L'humour est une arme à double tranchant. D’un côté, il est redoutablement efficace pour lutter contre les préjugés et les idées reçues. De l’autre, il peut servir à ridiculiser, humilier et exclure. Comment interpréter les montages photos et caricatures de la ministre de la justice Christiane Taubira qui ont récemment circulé sur Internet?
En France, à partir des années 1850, le racisme scientifique se développe. Le polygénisme (l’idée qu’il existe des espèces humaines différentes) s’impose dans les cercles scientifiques. Ces travaux sont fondés sur une définition et une hiérarchisation des "races" humaines qui place les Noirs "tout en bas de l’échelle humaine, dans un cousinage avec les espèces animales". En 1853, Gobineau définit les critères de beauté dans son "Essai sur l’inégalité des races humaines", le blanc étant au sommet de la hiérarchie.
Dans L'Histoire naturelle du genre humain, Julien-Joseph Virey présente trois têtes superposées, l'ordre ascendant distillant l'idée d'une hiérarchie fondée scientifiquement : celles d'un orang outan (en bas), d'un Africain Ibo (au milieu) et d'une statue antique de Zeus (en haut). La craniologie, l'un des fondements de l'anthropologie physique pendant près d'un siècle, établit la proximité des Africains et des singes.
Au XIXème, des exhibitions de « sauvages » (des femmes, des enfants, des hommes issues des colonies) étaient organisées, et ont touché des millions de spectateurs. En 1931, l’exposition universelle proposait de visiter un « zoo humain » au jardin d’acclimatation à Paris. Des individus « exotiques » mêlés à des bêtes sauvages étaient mis en scène derrière des grilles ou des enclos.
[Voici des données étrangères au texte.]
//! Whether an open circuit may be closed now: standing angle and voltage difference across it against the
//! synchronism-check setting.

use super::{Reclose, case::seat, root, stress::Stress, view::View};
use crate::{
    grid::Corridor,
    network::{C64, Topology},
};

/// Every open circuit, `voltage` being the present one by bus (zero: dead).
pub(super) fn judge(
    corridor: &Corridor,
    topology: &Topology,
    view: &View,
    stress: &Stress,
    angle_rad: f64,
    voltage: &[C64],
) -> Vec<Reclose> {
    let open = (0..corridor.circuits.len()).filter(|circuit| !topology.closed[*circuit]);
    open.map(|circuit| {
        let between = corridor.circuits[circuit].between;
        let mut reclose = Reclose::of(corridor, circuit, between.map(|bus| voltage[bus]));
        let widest = corridor.reclose.max_angle_deg.to_radians();
        if reclose.angle_deg.is_some_and(|angle| angle > corridor.reclose.max_angle_deg) {
            let [first, second] = between.map(|bus| view.voltage(seat(view.exporter, bus)));
            let room = |angle: f64| widest - (first.at(angle) * second.at(angle).conj()).arg().abs();
            let least = room(stress.start_rad);
            reclose.transfer_to_fit_mw = (least >= 0.0).then(|| {
                let now = (angle_rad, room(angle_rad));
                stress.transfer_at(root::bracketed((stress.start_rad, least), now, 1e-9, room))
            });
        }
        reclose
    })
    .collect()
}

impl Reclose {
    /// An open circuit with the voltages of its two buses, kV; zero where one is dead.
    pub(crate) fn of(corridor: &Corridor, circuit: usize, [first, second]: [C64; 2]) -> Self {
        let ends = &corridor.circuits[circuit];
        let alive = first.norm_sqr() > 0.0 && second.norm_sqr() > 0.0;
        let angle_deg = alive.then(|| (first * second.conj()).arg().to_degrees().abs());
        let nominal_kv = corridor.buses[ends.between[0]].nominal_kv;
        let voltage_pct = alive.then(|| 100.0 * (first.norm() - second.norm()).abs() / nominal_kv);
        let setting = corridor.reclose;
        let allowed = angle_deg
            .zip(voltage_pct)
            .map(|(angle, voltage)| angle <= setting.max_angle_deg && voltage <= setting.max_voltage_pct);
        Self { circuit: ends.name.clone(), angle_deg, voltage_pct, allowed, transfer_to_fit_mw: None }
    }
}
Si l’on sait aujourd’hui que le concept de race n’a pas de légitimité biologique, ces représentations ont eu pour effet de déshumaniser durablement certains groupes humains et sont à l’origine de nombreux stéréotypes actuels. A l’image de ce montage photo diffusé sur Internet comparant la ministre Christiane Taubira à un singe.
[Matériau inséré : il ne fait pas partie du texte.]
//! A review for the terminal, at most 100 columns wide.

use std::io::{self, Write};

use super::{
    Paper,
    clock::Clock,
    compare::{HELD_PCT, STATES, cause, causes, rows},
    figures::{LONGEST_SENTENCE, NO_BALANCE, NONE, counted, lasting, minutes_of, mw, name, number, plain, room, share},
    sketch::Sketch,
};
use crate::{
    desk::State,
    events::Event,
    report::{CAUTION, table::Table},
    review::{Brief, CorridorReview, DayFigures, SourceNote},
};

const WIDTH: usize = 100;
/// Events, files, findings and meters that are listed.
const MOST_EVENTS: usize = 60;
const MOST_LINES: usize = 20;
/// Days that are listed, of all corridors together; more are in the CSV.
const MOST_DAYS: usize = 400;
/// Characters of a name in a table.
const CELL: usize = 24;
/// A space at which no line is broken, within this file.
const NO_BREAK: &str = "\u{a0}";
const IN_FULL: &str = "the HTML, JSON and CSV reports have more";

/// Writes it.
pub fn write(paper: &Paper, mut to: impl Write) -> io::Result<()> {
    let clock = Clock::new(paper.zone, paper.review.span);
    heading(paper, &clock, &mut to)?;
    for corridor in &paper.review.corridors {
        writeln!(to, "\n{}", name(&corridor.corridor))?;
        figures(paper, &clock, corridor, &mut to)?;
    }
    days(paper, &mut to)?;
    events(paper, &clock, &mut to)?;
    files(paper, &mut to)?;
    writeln!(to)?;
    CAUTION.lines().try_for_each(|line| wrapped(&mut to, "", line))
}

fn heading(paper: &Paper, clock: &Clock, to: &mut impl Write) -> io::Result<()> {
    let review = paper.review;
    let Some((first, last)) = review.span else { return writeln!(to, "Not a single frame.") };
    writeln!(to, "{} to {}, {}", clock.full(first), clock.full(last), counted(review.frames, "frame"))?;
    write!(to, "data for {} of the time", review.availability().map_or(NONE.into(), share))?;
    match review.silent_ms {
        ..1000 => writeln!(to)?,
        ms => writeln!(to, ", none for {}", lasting(ms))?,
    }
    for change in paper.changes {
        wrapped(to, "what if: ", &plain(change, LONGEST_SENTENCE))?;
    }
    Ok(())
}

/// The essence of a corridor in a few lines.
fn in_brief(paper: &Paper, clock: &Clock, corridor: &CorridorReview, to: &mut impl Write) -> io::Result<()> {
    let was = &corridor.was;
    let least = was.least.as_ref().map_or("never known".into(), |least| {
        let spread = least.headroom_sd_mw.map_or(String::new(), |sd| format!(" ±{}", mw(sd.ceil())));
        let cause = least.binding.as_ref().map_or(String::new(), |binding| format!(": {}", cause(binding)));
        let transfer =
            least.transfer_mw.map_or(String::new(), |transfer| format!(", at a transfer of {} MW", mw(transfer)));
        format!("{}{spread} MW at {}{cause}{transfer}", room(least.headroom_mw), clock.when(least.time))
    });
    wrapped(to, "  least headroom  ", &least)?;
    let mean = was.mean_transfer_mw().map_or(String::new(), |mean| format!(", mean {}", mw(mean)));
    let direction = match paper.terminals(corridor) {
        ["", _] | [_, ""] => String::new(),
        [from, to] => format!(", positive from {} to {}", plain(from, CELL), plain(to, CELL)),
    };
    let transfer = was
        .transfer_mw
        .map_or("never known".into(), |[low, high]| format!("{} to {} MW{mean}{direction}", mw(low), mw(high)));
    wrapped(to, "  transfer        ", &transfer)?;
    let minutes = STATES.into_iter().filter(|state| was.state_ms.ms(state) > 0);
    let minutes: Vec<_> =
        minutes.map(|state| format!("{} {}", state.word(), minutes_of(was.state_ms.ms(&state)))).collect();
    wrapped(to, "  minutes         ", &minutes.join(", "))?;
    let mut held = HELD_PCT.into_iter().filter_map(|pct| {
        let held = was.held_for(f64::from(pct) / 100.0)?;
        Some((mw(held.into()), pct))
    });
    let Some((most, pct)) = held.next() else { return Ok(()) };
    let others = held.map(|(mw, pct)| format!("{mw} for {pct} %"));
    let held = [format!("{most} MW for {pct} % of the time")].into_iter().chain(others);
    let unbroken: Vec<_> = held.map(|held| held.replace(' ', NO_BREAK)).collect();
    wrapped(to, "  held            ", &unbroken.join(", "))
}

fn compared(clock: &Clock, corridor: &CorridorReview, to: &mut impl Write) -> io::Result<()> {
    writeln!(to)?;
    let cut = |text: String| plain(&text, CELL);
    let rows = rows(clock, corridor);
    let rows = rows.into_iter().map(|row| [plain(&row.what, 40), cut(row.was), cut(row.would), row.difference]);
    write!(to, "{}", Table::new(["", "was", "would have been", "difference"], rows))
}

fn figures(paper: &Paper, clock: &Clock, corridor: &CorridorReview, to: &mut impl Write) -> io::Result<()> {
    in_brief(paper, clock, corridor, to)?;
    let [was, would] = match corridor.what_if {
        Some(_) => ["was", "would have been"],
        None => [""; 2],
    };
    if corridor.what_if.is_some() {
        compared(clock, corridor, to)?;
    }
    let causes = causes(corridor);
    if !causes.is_empty() {
        writeln!(to, "\n  headroom set by, share of the time")?;
        let part = |part: f64| if corridor.what_if.is_some() { share(part) } else { String::new() };
        let rows = causes
            .iter()
            .take(MOST_LINES)
            .map(|(binding, [was, would])| [plain(&cause(binding), 48), share(*was), part(*would)]);
        write!(to, "{}", Table::new(["", was, would], rows))?;
        more(to, causes.len(), "outages and criteria")?;
    }
    write!(to, "{}", Sketch { series: &corridor.was.series, clock: *clock })?;

    if !corridor.meters.is_empty() {
        let mut meters: Vec<_> = corridor.meters.iter().collect();
        meters.sort_by_key(|(_, note)| std::cmp::Reverse(note.missing_ms + note.suspect_ms));
        writeln!(to, "\n  channels, minutes of no use")?;
        let rows = meters
            .iter()
            .take(MOST_LINES)
            .map(|(channel, note)| [plain(channel, 48), minutes_of(note.missing_ms), minutes_of(note.suspect_ms)]);
        write!(to, "{}", Table::new(["", "missing", "set aside"], rows))?;
        more(to, meters.len(), "channels")?;
    }
    if let Some([first, last]) = &corridor.sources {
        writeln!(to, "\n  sources, ohm")?;
        let notes = first.iter().zip(last).flat_map(|(first, last)| [("first", first), ("last", last)]);
        let rows = notes.map(|(when, note)| source(when, note));
        write!(to, "{}", Table::new(["behind", "at frame", "R", "X", "basis", "steps"], rows))?;
    }
    if !corridor.was.alarms.is_empty() {
        writeln!(to, "\n  alarms raised")?;
        let compared = would;
        let would = corridor.what_if.as_ref().map(|course| &course.alarms);
        let rows = corridor.was.alarms.iter().take(MOST_LINES).map(|count| {
            let would = would.map(|alarms| alarms.iter().find(|other| other.alarm == count.alarm));
            let would = would.map_or(String::new(), |count| count.map_or(0, |count| count.raised).to_string());
            [plain(&count.alarm, 48), count.priority.word().into(), count.raised.to_string(), would]
        });
        write!(to, "{}", Table::new(["", "priority", "raised", compared], rows))?;
        more(to, corridor.was.alarms.len(), "alarms")?;
    }
    Ok(())
}

fn source(when: &str, note: &SourceNote) -> [String; 6] {
    let ohm = |ohm: f64, sd: f64| format!("{} ±{}", number(ohm, 1), number(sd, 1));
    [
        plain(&note.bus, CELL),
        when.into(),
        ohm(note.r_ohm, note.r_sd),
        ohm(note.x_ohm, note.x_sd),
        note.basis.word().into(),
        note.steps.to_string(),
    ]
}

/// One line for each day and corridor, where there are several days.
fn days(paper: &Paper, to: &mut impl Write) -> io::Result<()> {
    let days = &paper.review.days;
    if days.len() < 2 {
        return Ok(());
    }
    let most = MOST_DAYS / paper.review.corridors.len().max(1);
    writeln!(to, "\nDays (UTC)")?;
    for (place, corridor) in paper.review.corridors.iter().enumerate() {
        writeln!(to, "\n  {}", name(&corridor.corridor))?;
        let rows = days.iter().take(most).filter_map(|day| {
            let (was, would) = day.corridors.get(place)?;
            Some(day_row(day, was, would.as_ref()))
        });
        let would = if corridor.what_if.is_some() { "would be" } else { "" };
        let [ample, thin, spent, blind] = STATES.map(State::word);
        let heading = ["", "least", would, "there 95 %", ample, thin, spent, blind, "alarms", "begun"];
        write!(to, "{}", Table::new(heading, rows))?;
    }
    writeln!(to, "    least headroom and headroom there 95 % of the time, MW; minutes in each state")?;
    if days.len() > most {
        writeln!(to, "    {} more days: see the CSV report", days.len() - most)?;
    }
    Ok(())
}

fn day_row(day: &DayFigures, was: &Brief, would: Option<&Brief>) -> [String; 10] {
    let least = |brief: &Brief| match &brief.least {
        Some(least) => room(least.headroom_mw),
        None => if brief.unbalanced_ms > 0 { NO_BALANCE } else { NONE }.into(),
    };
    let [ample, thin, spent, blind] = STATES.map(|state| minutes_of(was.state_ms.ms(&state)));
    [
        day.date.to_string(),
        least(was),
        would.map_or(String::new(), least),
        was.held_mw[1].map_or(NONE.into(), |held| mw(held.into())),
        ample,
        thin,
        spent,
        blind,
        was.alarms.to_string(),
        day.beginning.word().into(),
    ]
}

fn events(paper: &Paper, clock: &Clock, to: &mut impl Write) -> io::Result<()> {
    let review = paper.review;
    if review.events.is_empty() {
        return Ok(());
    }
    writeln!(to, "\nEvents")?;
    let listed = review.most_telling(MOST_EVENTS);
    let many = review.corridors.len() > 1;
    for Event { time, corridor, kind, text, .. } in &listed {
        let corridor =
            corridor.as_ref().filter(|_| many).map_or(String::new(), |name| format!("{}: ", plain(name, CELL)));
        let head = format!("  {}  {:9}  ", clock.when(*time), kind.word());
        wrapped(to, &head, &format!("{corridor}{}", plain(text, LONGEST_SENTENCE)))?;
    }
    if listed.len() < review.events.len() {
        writeln!(to, "  and {} less telling ones: see the JSON report", review.events.len() - listed.len())?;
    }
    if review.events_left_out > 0 {
        writeln!(to, "  and {} that were too many to be kept", review.events_left_out)?;
    }
    Ok(())
}

fn files(paper: &Paper, to: &mut impl Write) -> io::Result<()> {
    let review = paper.review;
    let listed: Vec<_> = review.files.iter().filter(|file| !file.findings.is_empty()).collect();
    let whole = review.files.len() - listed.len();
    writeln!(to, "\nFiles\n  {} read, {whole} without a finding", review.files.len())?;
    for file in listed.iter().take(MOST_LINES) {
        wrapped(to, "  ", &plain(&file.name, LONGEST_SENTENCE))?;
        for finding in file.findings.iter().take(MOST_LINES) {
            wrapped(to, "    ", &plain(finding, LONGEST_SENTENCE))?;
        }
        more(to, file.findings.len(), "findings")?;
    }
    more(to, listed.len(), "files with findings")?;
    for (date, finding) in review.findings.iter().take(MOST_LINES) {
        wrapped(to, &format!("  {date}  "), &plain(finding, LONGEST_SENTENCE))?;
    }
    more(to, review.findings.len(), "findings")
}

/// Says how many are not listed.
fn more(to: &mut impl Write, count: usize, what: &str) -> io::Result<()> {
    if count > MOST_LINES { writeln!(to, "    {} more {what}; {IN_FULL}", count - MOST_LINES) } else { Ok(()) }
}

/// A sentence after its head, broken between words, the lines that follow set in.
fn wrapped(to: &mut impl Write, head: &str, text: &str) -> io::Result<()> {
    let indent = head.chars().count();
    let most = WIDTH.saturating_sub(indent).max(20);
    write!(to, "{head}")?;
    let mut used = 0;
    for word in text.split(' ') {
        // A word that is longer than a line is broken wherever the line ends.
        let letters: Vec<char> = word.chars().collect();
        for (place, part) in letters.chunks(most).enumerate() {
            let space = usize::from(used > 0 && place == 0);
            if used + space + part.len() > most {
                write!(to, "\n{:indent$}", "")?;
                used = 0;
            } else if space == 1 {
                write!(to, " ")?;
                used += 1;
            }
            write!(to, "{}", part.iter().collect::<String>().replace(NO_BREAK, " "))?;
            used += part.len();
        }
    }
    writeln!(to)
}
L’affiche de la boisson chocolatée Ya bon Banania présente un soldat africain rieur. Rappelons qu’à la fin des années trente, Léopold Sédar Senghor, cofondateur du mouvement de la négritude proclamait : "Je déchirerai les rires Banania sur tous les murs de France ». Pourtant, aujourd’hui des affiches de l'authentique tirailleur Banania sont encore vendues dans le commerce.
L’historien Pap Ndiaye montre que le racisme anti-noir puise dans deux répertoires : celui du "brave tirailleur" (enfantin) et celui du "sauvage" (dangereux), dans des combinaisons variables selon les circonstances. Parmi ces figures, celle du tirailleur, à forte connotation paternaliste, est la plus usitée.
Cette caricature de Christiane Taubira a largement circulé sur les réseaux sociaux en 2013.
Cette caricature mixe les deux registres principaux du racisme anti-noir : le sauvage dangereux et le brave tirailleur de l’affiche Ya bon Banania. Elle atteste de l’influence encore prégnante de l’imagerie coloniale dans les représentations collectives.